HUSTON: If I might make two points about that, Your Honor. The first is that, as I just said…
Huston replied that “action” and “claim” are the same things. They’re synonymous.
Besides, Congress could have specified its intent to bar later lawsuits by saying no “subsequent action.” It did not say that. It just said “any action.”
And he went further:
HUSTON: Congress found that lawsuits against the government’s employees are extremely burdensome, and it wanted to limit them without precluding them entirely by saying that, if a plaintiff chooses to take advantage of the FTCA cause of action, then the judgment in that action will bring repose to the entire controversy.
“Repose to the entire controversy,” meaning the action ends the matter.
What happened to King is horrendous, but in this particular legal dispute it all comes down to a nuanced, technical argument: Can King file another lawsuit against the agents arising from the same facts —even though his FTCA claim failed?
In legal parlance, does the law “preclude” his claim?
Justice Stephen Breyer pointed out the appeals court judgment dealt with only one aspect of King’s claims, perhaps enabling King to proceed on those other aspects.
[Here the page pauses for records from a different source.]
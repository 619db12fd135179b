"""fieldsill averages --record: the windows that a record holds, its spans, and its mark."""

from __future__ import annotations

from pathlib import Path

import numpy as np
import pytest

from monitor.core.flags import Flag
from monitor.core.rows import FieldRows
from monitor.record.types import ClockFix, Commit
from tests.cli.command import run
from tests.record.making import writer_of

S = 1_000_000_000
UTC_S = 1_919_000_000
FIRST = "2030-10-23T15:38:20Z"  # UTC_S + 300 s


def fields(flag: int) -> FieldRows:
    """Ends 60 s to 600 s after the start, 360 s windows; the fourth has no valid part."""
    n = 10
    end = 60 * S * np.arange(1, n + 1)
    e2 = np.arange(1.0, n + 1) ** 2
    e2[3] = np.nan
    return FieldRows(
        end, np.full(n, 360), np.nan_to_num(e2) / 4, e2, e2 * 4, e2 * 9, np.full(n, 2.5),
        np.full(n, 1.96), np.where(np.isnan(e2), 0.0, 0.9), np.ones(n), np.full(n, flag),
        np.zeros(n),
    )  # fmt: skip


@pytest.fixture
def record(tmp_path: Path) -> Path:
    path = tmp_path / "record.db"
    writer = writer_of(path, simulated=True)
    boot = writer.begin_boot("made-up", "machine")
    fix = ClockFix(0, UTC_S * S, "made up", 1)
    writer.commit(
        boot, Commit(None, None, None, fields(int(Flag.CLIPPED)), None, clock_fixes=(fix,))
    )
    writer.close()
    return path


def test_every_window_with_its_three_figures(
    capsys: pytest.CaptureFixture[str], record: Path
) -> None:
    found = run(capsys, ["averages", "--record", record, "--json"])
    rows = found.document["averages"]
    assert found.code == 0
    assert found.document["simulated"] is True
    assert len(rows) == 10
    assert rows[4] == {
        "end": FIRST,
        "e_rms_v_per_m": pytest.approx(5.0),
        "valid_share": pytest.approx(0.9),
        "e_max_v_per_m": pytest.approx(15.0),
        "e_low_v_per_m": pytest.approx(2.5),
        "e_high_v_per_m": pytest.approx(10.0),
        "below_v_per_m": None,
        "at_least_v_per_m": pytest.approx(2.5 / 10**0.125),  # with U of 2.5 dB
        "expanded_uncertainty_db": pytest.approx(2.5),
        "widened_by_drift_db": 0.0,
        "flags": ["converter clipped"],
    }
    assert rows[3]["e_rms_v_per_m"] is None


def test_a_span_takes_the_windows_that_end_in_it(
    capsys: pytest.CaptureFixture[str], record: Path
) -> None:
    """Ends in (from, to]: a window that ends with the begin of the span lies before it."""
    to = "2030-10-23T17:40:20+02:00"
    rows = run(capsys, ["averages", "--record", record, "--from", FIRST, "--to", to, "--json"])
    assert [row["e_rms_v_per_m"] for row in rows.document["averages"]] == [6.0, 7.0]
    day = run(capsys, ["averages", "--record", record, "--from", "2030-10-24", "--json"])
    assert day.document["averages"] == []


def test_for_people(capsys: pytest.CaptureFixture[str], record: Path) -> None:
    out = run(capsys, ["averages", "--record", record]).out
    assert out.startswith("SIMULATED")
    assert "converter clipped" in out
    other = run(capsys, ["averages", "--record", record, "--averaging", "30min"]).out
    assert "no window of 1800 s" in other


@pytest.mark.parametrize(
    ("more", "says"),
    [
        (["--from", "2031-01-01", "--to", "2030-01-01"], "--from must be before --to"),
        (["--averaging", "360.5"], "whole seconds"),
        (["--averaging", "1e19"], "'1e19': too long"),
        (["--to", "9999-01-01"], "--to: '9999-01-01T00:00:00Z' is too far away"),
        (["--from", "0001-01-01T00:00:00Z"], "--from: '0001-01-01T00:00:00Z' is too far away"),
        (["--to", "tomorrow"], "--to: 'tomorrow' is not an RFC 3339 time"),
    ],
)
def test_mistakes_are_one_line(
    capsys: pytest.CaptureFixture[str], record: Path, more: list[str], says: str
) -> None:
    found = run(capsys, ["averages", "--record", record, *more])
    assert (found.code, found.out) == (2, "")
    assert says in found.one_line


@pytest.mark.parametrize(
    ("more", "bounded"),
    [(Flag(0), True), (Flag.COMPONENT_ONLY, True), (Flag.LOG_AVERAGED, False)],
)
def test_below_the_detection_limit_it_says_below_and_no_mean(
    capsys: pytest.CaptureFixture[str], tmp_path: Path, more: Flag, bounded: bool
) -> None:
    """Averaged logs of bursts read 6 to 19 dB low: what they are below of bounds no field."""
    path = tmp_path / "weak.db"
    writer = writer_of(path, simulated=True)
    boot = writer.begin_boot("made-up", "machine")
    fix = ClockFix(0, UTC_S * S, "made up", 1)
    rows = fields(int(Flag.BELOW_RANGE | more))
    writer.commit(boot, Commit(None, None, None, rows, None, clock_fixes=(fix,)))
    writer.close()
    row = run(capsys, ["averages", "--record", path, "--json"]).document["averages"][4]
    assert row["e_rms_v_per_m"] is None
    assert row["below_v_per_m"] == (pytest.approx(10.0) if bounded else None)
    assert row["at_least_v_per_m"] is None
    assert row["expanded_uncertainty_db"] is None
    assert ("<10" in run(capsys, ["averages", "--record", path]).out) is bounded


def test_a_lower_bound_has_no_highest_figure(
    capsys: pytest.CaptureFixture[str], record: Path
) -> None:
    """By hand: low 2.5 / 10^(2.5 / 20) with U, rounded down, high 10, largest 15 V/m;
    a clipped converter hides how much more it was."""
    out = run(capsys, ["averages", "--record", record]).out
    row = next(line for line in out.splitlines() if FIRST in line)
    assert row.split()[1:5] == ["2.5", ">=1.874", "-", "15"]


@pytest.mark.parametrize("option", ["--every", "--hold"])
def test_options_of_a_file_are_not_passed_over(
    capsys: pytest.CaptureFixture[str], record: Path, option: str
) -> None:
    found = run(capsys, ["averages", "--record", record, option, "600"])
    assert found.code == 2
    assert "--every and --hold go with a FILE" in found.one_line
When Huston (lawyer for the agents) said all claims were bundled together in the decision below, Justice Breyer paused:
BREYER: All right. All right. I have enough to see that I have to sit down and figure this out word by word, which I’ll do.
Justice Brett Kavanaugh pointed out something others had also asked about: the arguments in the briefs from both parties differ from what they argued before the justices.
Justice Kavanaugh to Jaicomo (lawyer for King):
JAICOMO: I want to raise the point that’s bothering me about what we should decide. I don’t blame you for raising the alternative argument. I understand that you’re trying to win the case. But I’m trying to think about why we should consider it. We obviously discuss very carefully our decision whether to grant cert on particular cases in particular issues within that case. We don’t usually decide things that weren’t decided by the court below…
Jaicomo had a practical answer: the circuits are split, confusion reigns, and there’s no time like the present to resolve all of it.
I couldn’t help but think of King sitting there listening to these esoteric arguments.
I found this interview of the now 27 year old James King from February by Fox news in Grand Rapids.
KING: I expected them to be arrested and instead I was. So I was, uh, that added to the confusion and chaos of the whole situation. The emotional toll that this took on me is something that’s ongoing. Something I’m still dealing with.
He hopes that qualified immunity is thrown out or revamped so that this won’t keep happening.
KING: The simple fact is that the majority of the time this situation happens to anyone, they have no recourse. Either they accept a plea deal because they don’t have the money to afford attorneys or they’re scared or they’re jailed or killed. And in any of those cases there is no recourse. And as crazy as it sounds, I’m lucky. Because they didn’t shoot me and I’m not in prison right now.
It’s entirely possible the court will issue a narrow decision on the difference between an “action” and a “claim,” or whether the lower court’s dismissal of King’s claim was right or wrong.
Given the widespread perception that police brutality goes unanswered, though, maybe the court will find opportunity to rule more broadly.
A remand to lower court would allow both sides—police officers included—to make their case.
And that’s this week’s Legal Docket.